• _Exercise goal_
For every entry below, retype it exactly as it reads.

(Beginning of Given data)

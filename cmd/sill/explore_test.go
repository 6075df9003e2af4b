package main

import (
	"strings"
	"testing"
)

// TestExploreWithoutTerminal: the tests run without a terminal, so explore
// refuses with a way forward instead of drawing into a pipe, and standard
// input cannot be both the scores and the keys.
func TestExploreWithoutTerminal(t *testing.T) {
	path := writeFile(t, t.TempDir(), "scores.csv", []byte("score,label\n0.9,1\n0.2,0\n"))
	cases := []struct {
		args []string
		want string
	}{
		{[]string{"explore", path}, "sill report " + path},
		{[]string{"explore", "-"}, "cannot read scores from standard input"},
		{[]string{"explore"}, "explore takes one argument, FILE"},
		{[]string{"explore", path, "--volume", "x"}, "invalid argument"},
		// The flags of the figures beyond the averages are checked before
		// the terminal.
		{[]string{"explore", path, "--shifts", "06:00,14:00"}, "--shifts needs --time"},
		{[]string{"explore", path, "--time", "at"}, "--time needs --shifts"},
		{[]string{"explore", path, "--time", "at", "--shifts", "25:00"}, "--shifts"},
		{[]string{"explore", path, "--compare", "other.csv"}, "--compare needs --id"},
		{[]string{"explore", path, "--segment-order", "colour"}, "--segment-order"},
		{[]string{"explore", path, "--bootstrap", "-3"}, "--bootstrap -3"},
		{[]string{"explore", path, "--time", "at", "--shifts", "06:00", "--tz", "Nowhere/Atlantis"}, "--tz"},
		{[]string{"explore", path, "--segment", "yard", "--time", "read_at", "--shifts", "06:00,14:00,22:00", "--bootstrap", "500", "--seed", "3"}, "sill report " + path},
	}
	for _, tc := range cases {
		r := runSill(t, "", tc.args...)
		if r.code != 2 || !strings.Contains(r.stderr, tc.want) {
			t.Errorf("sill %s: status %d, stderr %q; want 2 and %q", strings.Join(tc.args, " "), r.code, r.stderr, tc.want)
		}
		if r.stdout != "" {
			t.Errorf("sill %s wrote to stdout: %q", strings.Join(tc.args, " "), r.stdout)
		}
	}
}

// TestDemoConfig: sill with no arguments opens the demo with its yards as
// segments, its reading times in the three crew shifts and the demo
// assumptions.
func TestDemoConfig(t *testing.T) {
	cfg, err := demoConfig()
	if err != nil {
		t.Fatal(err)
	}
	shifts := cfg.Analysis.Shifts
	if shifts == nil || shifts.String() != "06:00,14:00,22:00" || cfg.Out != "cut.yaml" {
		t.Fatalf("shifts %v, out %q", shifts, cfg.Out)
	}
	// --bootstrap 0 means none, in explore as in report; the b key
	// resamples 200 times unless told otherwise.
	if r := cfg.Analysis.Resampling; r.Replicates != 200 || r.Seed != 1 {
		t.Errorf("resampling %+v, want 200 sets, seed 1", r)
	}
	set, err := cfg.Load(nil)
	if err != nil {
		t.Fatal(err)
	}
	if set.Times == nil || set.TimeColumn != "read_at" || set.SegmentColumn != "yard" || set.IDColumn != "id" {
		t.Errorf("demo set: times %v, time %q, segment %q, id %q", set.Times != nil, set.TimeColumn, set.SegmentColumn, set.IDColumn)
	}
	a, err := cfg.Assume(set)
	if err != nil || a.Volume != 1500 || a.Capacity != 90 || a.Costs == nil {
		t.Errorf("demo assumptions %+v, %v", a, err)
	}
}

(End of Given data)

• _Output below_
filename cmd/sill/explore_test.go
repository 6075df9003e2af4b
package main

import (
	"strings"
	"testing"
)

// TestExploreWithoutTerminal: the tests run without a terminal, so explore
// refuses with a way forward instead of drawing into a pipe, and standard
// input cannot be both the scores and the keys.
func TestExploreWithoutTerminal(t *testing.T) {
	path := writeFile(t, t.TempDir(), "scores.csv", []byte("score,label\n0.9,1\n0.2,0\n"))
	cases := []struct {
		args []string
		want string
	}{
		{[]string{"explore", path}, "sill report " + path},
		{[]string{"explore", "-"}, "cannot read scores from standard input"},
		{[]string{"explore"}, "explore takes one argument, FILE"},
		{[]string{"explore", path, "--volume", "x"}, "invalid argument"},
		// The flags of the figures beyond the averages are checked before
		// the terminal.
		{[]string{"explore", path, "--shifts", "06:00,14:00"}, "--shifts needs --time"},
		{[]string{"explore", path, "--time", "at"}, "--time needs --shifts"},
		{[]string{"explore", path, "--time", "at", "--shifts", "25:00"}, "--shifts"},
		{[]string{"explore", path, "--compare", "other.csv"}, "--compare needs --id"},
		{[]string{"explore", path, "--segment-order", "colour"}, "--segment-order"},
		{[]string{"explore", path, "--bootstrap", "-3"}, "--bootstrap -3"},
		{[]string{"explore", path, "--time", "at", "--shifts", "06:00", "--tz", "Nowhere/Atlantis"}, "--tz"},
		{[]string{"explore", path, "--segment", "yard", "--time", "read_at", "--shifts", "06:00,14:00,22:00", "--bootstrap", "500", "--seed", "3"}, "sill report " + path},
	}
	for _, tc := range cases {
		r := runSill(t, "", tc.args...)
		if r.code != 2 || !strings.Contains(r.stderr, tc.want) {
			t.Errorf("sill %s: status %d, stderr %q; want 2 and %q", strings.Join(tc.args, " "), r.code, r.stderr, tc.want)
		}
		if r.stdout != "" {
			t.Errorf("sill %s wrote to stdout: %q", strings.Join(tc.args, " "), r.stdout)
		}
	}
}

// TestDemoConfig: sill with no arguments opens the demo with its yards as
// segments, its reading times in the three crew shifts and the demo
// assumptions.
func TestDemoConfig(t *testing.T) {
	cfg, err := demoConfig()
	if err != nil {
		t.Fatal(err)
	}
	shifts := cfg.Analysis.Shifts
	if shifts == nil || shifts.String() != "06:00,14:00,22:00" || cfg.Out != "cut.yaml" {
		t.Fatalf("shifts %v, out %q", shifts, cfg.Out)
	}
	// --bootstrap 0 means none, in explore as in report; the b key
	// resamples 200 times unless told otherwise.
	if r := cfg.Analysis.Resampling; r.Replicates != 200 || r.Seed != 1 {
		t.Errorf("resampling %+v, want 200 sets, seed 1", r)
	}
	set, err := cfg.Load(nil)
	if err != nil {
		t.Fatal(err)
	}
	if set.Times == nil || set.TimeColumn != "read_at" || set.SegmentColumn != "yard" || set.IDColumn != "id" {
		t.Errorf("demo set: times %v, time %q, segment %q, id %q", set.Times != nil, set.TimeColumn, set.SegmentColumn, set.IDColumn)
	}
	a, err := cfg.Assume(set)
	if err != nil || a.Volume != 1500 || a.Capacity != 90 || a.Costs == nil {
		t.Errorf("demo assumptions %+v, %v", a, err)
	}
}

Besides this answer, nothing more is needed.